Hi
I try to read a webpage full with text and has a txt extension in the url.
The page contains just text, but Safari ( 5 ) inspector shows using <pre … then the text… The source menu item is then not available.
Reading a HTML page works well, did do this many times, but I dont know how to read that text page into a variable.
set theURL to baseURL & eachYear & "-" & eachMonth & ".txt"
log {"1 url", theURL}
try
make new document with properties {URL:theURL}
delay 2
set theWholeSource to source of front document as string
log {"2 theWholeSource", theWholeSource}
set lengthSource to number of characters in theWholeSource
log {"3 lengthSource", lengthSource}
on error
display dialog "There was an Error with loading the source from the URL" with icon 0
end try
Thank you very much, this is good stuff. No load time, like in safari.
But if there is still a way to do this in safari, I still like to know, because later in my code I still need it in Safari to create other things with javascript.
I have to add some xml in some parts and in other parts I have to put html around it.
Both part should be visual checked before saved.
Before that can happen, I have to split the txt file into parts.
Where I should split depends on the following pattern.
So I have to search for the first words ‘q55’ ‘q67:’ ‘ww3:’ and ‘qw4’ in four following lines and then split that part till the next repeated four lines. The text length could be from 10 - 500 lines off each part till the next pattern of four lines.
Because those parts could be repeated at almost 150 times, with daily 50 - 80 text files, I am searching for the quickest way to do the splitting.
Any idea, how to do this split with the quickest pattern search?
After that I will do one more split because on the xml, but I guess that will be not that difficult.
I have misunderstood you perfectly you are looking for a run of lines each starting subsequently with ‘q55’ ‘q67:’ ‘ww3:’ and ‘qw4’. Then comes the the text you want to extract. This runs until the next pattern of four lines starting with the aforementioned “codes”.
Sed is the definitively fastest pattern matcher around. But this is a very complex pattern. I might be faster to write
a snippet in C than getting the correct regexp :lol:, which I can do for you. for this pattern, due to the share volume of the input.
The codes will then be considered “atomic” in that they won’t change. (Hardcoded in the C-snippet.)

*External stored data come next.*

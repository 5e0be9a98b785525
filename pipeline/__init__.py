from .hookspecs import hookimpl
from .tracks import Track, Tracks, read_tracks

__version__ = "0.1.0"

__all__ = ["Track", "Tracks", "__version__", "hookimpl", "read_tracks"]
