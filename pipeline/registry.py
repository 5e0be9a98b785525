"""Plugin discovery: builds the name -> plugin tables from the entry-point group
``lagfield.plugins``, and keeps plugin failures contained.

A plugin that fails to load, whose registration hook raises, or that registers malformed
objects becomes a `BrokenPlugin` reported by name; it never stops the others from working.
"Fails" means any exception, `SystemExit` included (a plugin calling ``sys.exit`` must not
end the program). `KeyboardInterrupt` is not caught: Ctrl-C during a slow plugin import or
read still stops lagfield at once. The same rule holds when a selected plugin is called
(`contained`): its failure becomes one `PluginError` naming the plugin and its distribution.
"""

from __future__ import annotations

import contextlib
import dataclasses
import functools
import importlib.metadata
import os
import traceback

import pluggy

from . import hookspecs
from .errors import LagfieldError, PluginError

ENTRY_POINT_GROUP = "lagfield.plugins"
BUILTIN_DISTRIBUTION = "lagfield"
BUILTIN_PACKAGE = "lagfield.plugins"
IN_PROCESS = "(registered in-process)"
IMPORTER_CALLABLES = ("can_read", "read")
EXPORTER_CALLABLES = ("write",)
PLUGIN_FAILURES = (Exception, SystemExit)  # KeyboardInterrupt is left to stop the program


@dataclasses.dataclass(frozen=True)
class BrokenPlugin:
    """A plugin that could not be used, with the reason."""

    name: str
    distribution: str
    error: str


@dataclasses.dataclass(frozen=True)
class PluginInfo:
    """One registered importer or exporter, with where it came from."""

    kind: str  # "importer" or "exporter"
    name: str
    plugin: object
    distribution: str  # "name version" of the distribution that provides it

    @property
    def label(self) -> str:
        """'csv (lagfield 0.1.0)': the name and where it comes from, for messages and
        run.json."""
        return f"{self.name} ({self.distribution.strip('()')})"

    @property
    def quoted(self) -> str:
        """"importer 'csv' (lagfield 0.1.0)": what messages call it."""
        return f"{self.kind} '{self.name}' ({self.distribution.strip('()')})"

    @property
    def builtin(self) -> bool:
        """True for the plugins shipped with lagfield (installed or registered in-process)."""
        return (self.distribution.split(" ")[0] == BUILTIN_DISTRIBUTION
                or type(self.plugin).__module__.startswith(BUILTIN_PACKAGE + "."))


@contextlib.contextmanager
def contained(info: PluginInfo, action: str):
    """Turn any failure of plugin code run inside the block into one PluginError naming
    the plugin, its distribution and `action` ("reading tracks.csv"). LagfieldErrors (a
    TrackError a plugin raises on purpose) and KeyboardInterrupt pass unchanged."""
    try:
        yield
    except LagfieldError:
        raise
    except PLUGIN_FAILURES as exc:
        detail = f"{type(exc).__name__}: {exc}"
        if os.environ.get("LAGFIELD_TRACE_PLUGINS"):
            detail += "\n" + traceback.format_exc()
        raise PluginError(f"{info.quoted} failed while {action}: {detail}") from exc


def _malformed(kind: str, obj) -> str | None:
    """What is wrong with a registered importer or exporter object, or None."""
    problems = []
    name = getattr(obj, "name", None)
    if not isinstance(name, str) or not name:
        problems.append("a non-empty str 'name'")
    if not isinstance(getattr(obj, "description", None), str):
        problems.append("a str 'description'")
    if kind == "importer":
        extensions = getattr(obj, "extensions", None)
        if (not isinstance(extensions, tuple | list)
                or not all(isinstance(e, str) and e.startswith(".") for e in extensions)):
            problems.append("'extensions', a tuple of suffixes such as ('.trk',)")
    requires = getattr(obj, "requires", ())
    if not isinstance(requires, tuple | list) or not all(isinstance(r, str) for r in requires):
        problems.append("'requires', a tuple of import names (or none)")
    callables = IMPORTER_CALLABLES if kind == "importer" else EXPORTER_CALLABLES
    absent = [a for a in callables if not callable(getattr(obj, a, None))]
    if absent:
        problems.append(f"the method{'s' * (len(absent) > 1)} {', '.join(absent)}")
    if not problems:
        return None
    called = f" '{name}'" if isinstance(name, str) and name else ""
    return f"{kind} {type(obj).__name__}{called} lacks {'; '.join(problems)}"


class Registry:
    """The importers and exporters available, built from one plugin manager."""

    def __init__(self, manager: pluggy.PluginManager, sources: dict[str, str],
                 broken: list[BrokenPlugin]):
        self.manager = manager
        self.broken = list(broken)
        self.importers: dict[str, list[PluginInfo]] = {}
        self.exporters: dict[str, list[PluginInfo]] = {}
        self._collect("importer", manager.hook.lagfield_register_importers, sources,
                      self.importers)
        self._collect("exporter", manager.hook.lagfield_register_exporters, sources,
                      self.exporters)

    def _collect(self, kind, hook, sources, table):
        for impl in hook.get_hookimpls():
            plugin_name = self.manager.get_name(impl.plugin) or repr(impl.plugin)
            distribution = sources.get(plugin_name, IN_PROCESS)
            try:
                objects = list(impl.function() or ())
                for obj in objects:
                    problem = _malformed(kind, obj)
                    if problem:
                        raise TypeError(problem)
                for obj in objects:
                    table.setdefault(obj.name, []).append(
                        PluginInfo(kind, obj.name, obj, distribution))
            except PLUGIN_FAILURES as exc:  # a broken plugin must not break the others
                self.broken.append(BrokenPlugin(plugin_name, distribution,
                                                f"{type(exc).__name__}: {exc}"))

    def _broken_note(self) -> str:
        if not self.broken:
            return ""
        names = ", ".join(f"'{b.name}' ({b.distribution})" for b in self.broken)
        return f"; plugins that failed to load (see `lagfield plugins`): {names}"

    def _select(self, kind: str, table: dict[str, list[PluginInfo]], name: str) -> PluginInfo:
        for broken in self.broken:
            if broken.name == name:
                raise PluginError(f"{kind} '{name}' ({broken.distribution}) failed to load: "
                                  f"{broken.error}")
        infos = table.get(name)
        if not infos:
            known = ", ".join(sorted(table)) or "none"
            raise PluginError(f"no {kind} named '{name}' is installed (installed: {known})"
                              + self._broken_note())
        if len(infos) > 1:
            origins = " and ".join(i.distribution for i in infos)
            raise PluginError(f"{kind} name '{name}' is registered twice, by {origins}")
        return self._usable(infos[0])

    def _usable(self, info: PluginInfo) -> PluginInfo:
        """`info` once the optional packages it requires import."""
        for module in getattr(info.plugin, "requires", ()) or ():
            try:
                __import__(module)
            except PLUGIN_FAILURES as exc:  # a package that is absent or fails to import
                raise PluginError(f"{info.quoted} needs the package '{module}': "
                                  f"{type(exc).__name__}: {exc}") from None
        return info

    def importer_info(self, name: str) -> PluginInfo:
        """The importer called `name` with its origin; a clear PluginError if it is
        missing, broken, ambiguous or lacks a package it requires."""
        return self._select("importer", self.importers, name)

    def exporter_info(self, name: str) -> PluginInfo:
        """The exporter called `name` with its origin (errors as for `importer_info`)."""
        return self._select("exporter", self.exporters, name)

    def importer(self, name: str):
        """The importer object called `name` (see `importer_info`)."""
        return self.importer_info(name).plugin

    def exporter(self, name: str):
        """The exporter object called `name` (see `exporter_info`)."""
        return self.exporter_info(name).plugin

    def importers_claiming(self, path) -> list[PluginInfo]:
        """The importers whose extensions include the last suffix of `path` (any case).
        When a built-in is among them it alone is returned: built-ins win a shared suffix
        unless the run names a format."""
        suffix = "".join(path.suffixes[-1:]).lower()
        infos = [info for infos in self.importers.values() for info in infos
                 if suffix and suffix in (e.lower() for e in info.plugin.extensions)]
        builtin = [info for info in infos if info.builtin]
        return builtin or infos

    def importer_for(self, path) -> PluginInfo | None:
        """The importer for the file at `path` when no format is named: the one claiming
        its suffix; or, when none does, the first (built-ins first) whose `can_read` says
        yes; None when no importer recognises the file. Two non-built-in importers
        claiming the suffix are a PluginError naming both."""
        claiming = self.importers_claiming(path)
        if len(claiming) > 1:
            names = " and ".join(info.quoted for info in claiming)
            raise PluginError(f"files ending in '{path.suffix}' are claimed by {names}; set "
                              f"[tracks] format to choose one ({path})")
        if claiming:
            return self._usable(claiming[0])
        every = sorted((info for infos in self.importers.values() for info in infos),
                       key=lambda info: not info.builtin)
        for info in every:
            with contained(info, f"checking whether it can read {path}"):
                if info.plugin.can_read(path):
                    return self._usable(info)
        return None


def _distribution_label(entry_point) -> str:
    dist = getattr(entry_point, "dist", None)
    if dist is None:
        return "(unknown distribution)"
    return f"{dist.metadata['Name']} {dist.version}"


def build_registry(*, autoload: bool | None = None, extra_plugins=()) -> Registry:
    """A fresh registry. `autoload` False skips the entry points (for tests);
    `extra_plugins` are (name, module-or-object) pairs registered as well."""
    if autoload is None:
        autoload = not os.environ.get("LAGFIELD_DISABLE_PLUGIN_AUTOLOAD")
    trace = bool(os.environ.get("LAGFIELD_TRACE_PLUGINS"))
    manager = pluggy.PluginManager("lagfield")
    manager.add_hookspecs(hookspecs)
    if trace:
        manager.trace.root.setwriter(print)
        manager.enable_tracing()
    sources: dict[str, str] = {}
    broken: list[BrokenPlugin] = []

    def register(name, label, load):
        try:
            manager.register(load(), name=name)
            sources[name] = label
        except PLUGIN_FAILURES as exc:
            detail = f"{type(exc).__name__}: {exc}"
            if trace:
                detail += "\n" + traceback.format_exc()
            broken.append(BrokenPlugin(name, label, detail))

    if autoload:
        for entry_point in importlib.metadata.entry_points(group=ENTRY_POINT_GROUP):
            register(entry_point.name, _distribution_label(entry_point), entry_point.load)
    for name, plugin in extra_plugins:
        register(name, IN_PROCESS, lambda plugin=plugin: plugin)
    return Registry(manager, sources, broken)


@functools.cache
def get_registry() -> Registry:
    """The registry of installed plugins, built once per process; `refresh()` rebuilds."""
    return build_registry()


def refresh() -> Registry:
    """Forget the cached registry (after installing a plugin in a running process)."""
    get_registry.cache_clear()
    return get_registry()
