With momenta u = γβ (SPEC: the velocity is c·u/√(1 + u²) and the positions are its time
integral, passing through every sampled position). Per position interval i (τ = t − t_i,
h = t_{i+1} − t_i, y = τ/h):
  - u is a spline interpolating the momenta at their own times t_j + u_offset, extended by
    its end polynomials over at most one interval; β_u = u/√(1 + u²);
  - c·∫β_u dt′ is a Chebyshev series per piece, fitted at Chebyshev nodes with enough nodes
    that the fit of β_u is within FIT_TOLERANCE of its size (checked at other points);
  - the slip D_i = (r_{i+1} − r_i − c·∫β_u dt′)/c (a 3-vector, seconds) is what the momenta
    miss of the sampled chord; the velocity correction δβ = 30·D_i·y²(1 − y)²/h has zero
    value and slope at both samples and integrates to D_i over the interval, so
    β = β_u + δβ stays C¹, equals β_u at the samples, and r = r_i + c·∫β_u + c·D_i·(10y³ −
    15y⁴ + 6y⁵) passes through every sample with dr/dt′ = cβ (up to the fit);
  - 1/γ² = 1/(1 + u²) − 2β_u·δβ − |δβ|², which keeps its digits at any γ, and
    β̇ = (u′ − β_u(β_u·u′))/γ + δβ′. A slip below what the samples' rounding can resolve
    (ROUNDING_ULPS units in the last place of |r|/c, of t and of the path, plus the fit's
    error) is no information and is not corrected, so uniform motion stays exactly uniform;
    the steady part of those slips (β rounded alike in every interval) is carried by the
    path as a constant rate, so that they do not add up to a drift from the samples.
The slip measures how far the samples are from one motion; `check_slip` compares the
largest |D_i| with SLIP_FRACTION of the time scale the run resolves, the ratio of the summed
chords to the summed c·∫β_u with UNIT_RATIO_LIMIT (a gross unit mistake), and the shift of
the momentum times that best explains the slips with OFFSET_FRACTION of a step.

Outside the sampled span the motion is ballistic (constant velocity, the velocity at the
first or last sample); `extend` is kept for the engine, which limits the source span.

A chunk of tracks is built at once by `build_motions` / `checked_motions`: tracks sampled
at the same times (tracking and particle-in-cell output) form a group that shares one
spline fit, its pieces, and every vectorised step; `Motion(track)` is a group of one, so
both give the same motion to the bit. The motions of a group hold views of its arrays.
"""

from __future__ import annotations

import dataclasses
import math

import numpy as np
from numpy.polynomial import chebyshev
from scipy import interpolate

from .constants import C
from .errors import MotionError
from .kernels import motion as kernels
from .tracks import Track
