"""Physical constants, defined once (CODATA values, from scipy.constants).

Kernels import them too: numba freezes a module-level float as a compile-time constant.
"""

from __future__ import annotations

import math

from scipy import constants as _codata

C = _codata.c  # speed of light, m/s
EPSILON_0 = _codata.epsilon_0  # vacuum permittivity, F/m
COULOMB = 1.0 / (4.0 * math.pi * EPSILON_0)  # the q/(4πε0) factor, V·m/C
EPS0_C = EPSILON_0 * C  # ε0·c: energy flux per |E|², J/(m²·s)/(V/m)²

I foresee that the program will leave you with some files for example with #1#2 and so on added to the filenames
if given an intial filename. The utility could also get the input from a stream.
I’ll give sed a try first, so don’t expect any thing, but that you will have a working solution within 48 hours.
Please do tell me more specifically how the resulting files should be. We also need a work folder.
It would be nice if you elaborated a little bit more on the workflow.
Should for instance the resulting text files be deleted before the next job or should a new working folder be created
and so on.
I will also try to read the sed pages and figure things out.
The files should be saved and have a filename of what comes after the ww3: till eol ( max 36 characters )
The converted html and xml results will become just one ( 1 ) file, this for earlier each spliced element/part, this to keep data and meta data together and will be read/used into a app with a text webview and some textfields with the meta data.
That one file part is also just finished.
Its very kind from you about your proposed effort to created a working solution. However, for now, I am very happy just to have the basic what will get me started and will teach me a lot.
Also with this magnitude of numbers of files I will test some speed when I got something basic, otherwise I have to write something in C or Obj-c.
About the check of the layout, I have to create something a kind of template layer, because visually by a person will make that person grazy.
Apart for figuring out the regexp with Sed. Google “Sed Towers of Hanoi” that’s an example (very heavy) but uses the registers should you need that.
I don’t still see exactly what you are up to, but if you are going to to process the file and not split it, it can be done with sed. If you are splitting the files in part that is a much more difficult story.
I’d rather jump directly for a solution in C (raw) since it is really an easy task. Maybe, just for the fun of it, I’d use awk as an intermediary solution, and check if that worked ( and were speedy enough) before writing the C code.
It would be interesting to see your final solution.